See, nothing special. We assume our recipe has an image and a list of ingredients. The API I found doesn’t give us the steps to cook something.

Because you can just guess the recipe from the ingredients list, right? Of course you can.

To support navigating to Details, we have to add some Redux support to List.

It becomes exported via a connect() call, like this:

export default connect(
  undefined,
  { navigateTo }
)(List);

And we wrap renderRow in a TouchableOpacity component with an onPress callback. Like this

 <TouchableOpacity onPress={() => navigateTo({
                screen: ext('Details'),
                props: { recipe }
            })}>
            // ...
</TouchableOpacity>

That’s all you have to do. Navigation now works.

Loading data from API

Last step is to load the list of recipes from that Edamam API I found. The “hard” part here was understanding the data shape coming from API and picking out what we need.

That part looks like this

    componentWillMount() {
        this.getRecipes();
    }

    getRecipes() {
        fetch(`https://api.edamam.com/search?q=chicken&app_id=${APP_ID}&app_key=${APP_KEY}&diet=balanced`)
          .then(res => res.json())
          .then(json => {
              this.setState({
                  recipes: json.hits.map(({ recipe }) => ({
                      image: { url: recipe.image },
                      name: recipe.label,
                      ingredients: recipe.ingredientLines
                  }))
              });
          })
          .catch(err => console.error(err));
    }

Fetch data from API, pluck out the image, name, and list of ingredients.

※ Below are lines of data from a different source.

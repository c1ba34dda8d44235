// SPDX-License-Identifier: GPL-2.0-or-later
#include <algorithm>
#include <cmath>
#include <string>

#include "base/error.h"
#include "base/text.h"
#include "model/study_channels.h"
#include "model/typed_keys.h"

namespace foreglow {
namespace {

enum class Spacing { Linear, Log };
enum class BeamScaling { Fixed, Diffraction };

struct GridKeys {
    std::string name;
    double first = 0, last = 0;  ///< [Hz]
    std::int64_t count = 0;
    Spacing spacing = Spacing::Linear;
    bool is_contiguous = false;
    std::optional<Frequency> bandwidth;
    std::optional<Angle> beam_fwhm;
    std::optional<Frequency> beam_at;
    BeamScaling beam_scaling = BeamScaling::Fixed;
    std::optional<std::string> noise;
};

/// Returns the grid's frequency at a possibly fractional step; the ends come out exactly as written.
double frequency_at(const GridKeys& grid, double step) {
    if (grid.count == 1 || step == 0) return grid.first;
    const double t = step / static_cast<double>(grid.count - 1);
    if (t == 1) return grid.last;
    if (grid.spacing == Spacing::Log) return grid.first * std::pow(grid.last / grid.first, t);
    return grid.first + t * (grid.last - grid.first);
}

void check_frequencies(const TomlReader& reader, const GridKeys& grid) {
    if (grid.count == 1 && grid.first != grid.last)
        reader.fail("count",
                    "is 1, which needs 'first' and 'last' to be the same: raise count or make them equal");
    if (grid.count > 1 && !(grid.first < grid.last))
        reader.fail("last", "must lie above 'first' where count is more than 1");
    if (!grid.is_contiguous && grid.bandwidth && grid.bandwidth->hz() >= 2 * grid.first)
        reader.fail("bandwidth", "reaches down to zero frequency at " +
                                     to_text(Frequency::from_hz(grid.first)) + ": make it narrower than " +
                                     to_text(Frequency::from_hz(2 * grid.first)));
    if (!grid.is_contiguous) return;
    if (grid.count == 1)
        reader.fail("bandwidth",
                    "cannot be \"contiguous\" where count is 1: give a width such as \"0.5 MHz\"");
    if (!(frequency_at(grid, -0.5) > 0))
        reader.fail(
            "bandwidth",
            "as \"contiguous\" puts the lowest band's edge below zero frequency: raise count or 'first'");
}

void check_beam(const TomlReader& reader, const GridKeys& grid, bool has_scaling) {
    if (!grid.beam_fwhm && (grid.beam_at || has_scaling))
        reader.fail(grid.beam_at ? "beam_at" : "beam_scaling",
                    "needs a beam: add a line such as beam_fwhm = \"2 deg\"");
    if (grid.beam_scaling != BeamScaling::Diffraction) return;
    if (!grid.beam_at) reader.fail_missing("beam_at", "beam_at = \"100 MHz\", where beam_fwhm holds");
    if (grid.beam_fwhm->degrees() * grid.beam_at->hz() / grid.first > 180 * (1 + 1e-12))
        reader.fail("beam_fwhm", "grows above 180 deg at " + to_text(Frequency::from_hz(grid.first)) +
                                     ": make it smaller");
}

/// Reads `bandwidth`, a frequency or "contiguous".
void read_bandwidth(TomlReader& reader, GridKeys& grid) {
    const auto text = reader.text("bandwidth", "bandwidth = \"0.5 MHz\"");
    if (!text) return;
    if (to_lower(trim(*text)) == "contiguous")
        grid.is_contiguous = true;
    else if (trim(*text).find_first_of("0123456789") == std::string::npos)
        reader.fail("bandwidth",
                    "must be a frequency such as \"0.5 MHz\" or \"contiguous\", but is '" + *text + "'");
    else
        grid.bandwidth = read_frequency(reader, "bandwidth");
}

GridKeys read_keys(TomlReader& reader) {
    GridKeys grid;
    grid.name = read_channel_name(reader).value_or("grid");
    const auto first = read_frequency(reader, "first");
    const auto last = read_frequency(reader, "last");
    const auto count = read_integer(reader, "count", 1, 100000, "count = 256");
    grid.spacing =
        read_choice<Spacing>(reader, "spacing", {{"linear", Spacing::Linear}, {"log", Spacing::Log}})
            .value_or(Spacing::Linear);
    read_bandwidth(reader, grid);
    grid.beam_fwhm = read_beam_fwhm(reader, "beam_fwhm");
    grid.beam_at = read_frequency(reader, "beam_at");
    const auto scaling = read_choice<BeamScaling>(
        reader, "beam_scaling", {{"diffraction", BeamScaling::Diffraction}, {"fixed", BeamScaling::Fixed}});
    // A frequency at which the beam holds has a meaning only where the beam changes with frequency.
    grid.beam_scaling = scaling.value_or(grid.beam_at ? BeamScaling::Diffraction : BeamScaling::Fixed);
    grid.noise = read_channel_noise(reader);
    (void)read_response_keys(reader, {});
    reader.check_no_other_keys();
    if (!first) reader.fail_missing("first", "first = \"50 MHz\"");
    if (!last) reader.fail_missing("last", "last = \"200 MHz\"");
    if (!count) reader.fail_missing("count", "count = 256");
    grid.first = first->hz();
    grid.last = last->hz();
    grid.count = *count;
    check_frequencies(reader, grid);
    check_beam(reader, grid, scaling.has_value());
    return grid;
}

std::string make_name(const GridKeys& grid, std::int64_t i) {
    const std::string number = std::to_string(i);
    const std::size_t width = std::max<std::size_t>(4, std::to_string(grid.count - 1).size());
    return grid.name + "_" + std::string(width - number.size(), '0') + number;
}

}  // namespace

std::vector<ChannelSpec> read_channel_grid(TomlReader reader, const ChannelDefaults& defaults) {
    const GridKeys grid = read_keys(reader);
    const ChannelDefaults own = read_response_keys(reader, defaults);
    std::vector<ChannelSpec> channels;
    for (std::int64_t i = 0; i < grid.count; ++i) {
        const auto step = static_cast<double>(i);
        ChannelSpec channel;
        channel.name = make_name(grid, i);
        channel.place = reader.place();
        channel.frequency = Frequency::from_hz(frequency_at(grid, step));
        channel.bandwidth = grid.bandwidth;
        if (grid.is_contiguous) {
            channel.band_low = Frequency::from_hz(frequency_at(grid, step - 0.5));
            channel.band_high = Frequency::from_hz(frequency_at(grid, step + 0.5));
            channel.bandwidth = Frequency::from_hz(channel.band_high->hz() - channel.band_low->hz());
        }
        channel.beam_fwhm = grid.beam_fwhm;
        if (grid.beam_scaling == BeamScaling::Diffraction)
            channel.beam_fwhm = Angle::from_radians(grid.beam_fwhm->radians() *
                                                    (grid.beam_at->hz() / channel.frequency->hz()));
        channel.noise = grid.noise;
        channel.response_weights = own.response_weights;
        channel.reference_flux_index = own.reference_flux_index;
        channels.push_back(std::move(channel));
    }
    return channels;
}

}  // namespace foreglow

Save to state, let React re-render.

And our Recipe App works. It’s not very useful, but it sure looks good.

You can see the full code on Github.

Happy hacking you never have to code the boring parts again.

PS: To make the `Recipes` extension proper useful, we’d have to add configuration to Shoutem Builder so our boss/client/lazyfutureself could add new screens and configure what kind of recipes they show.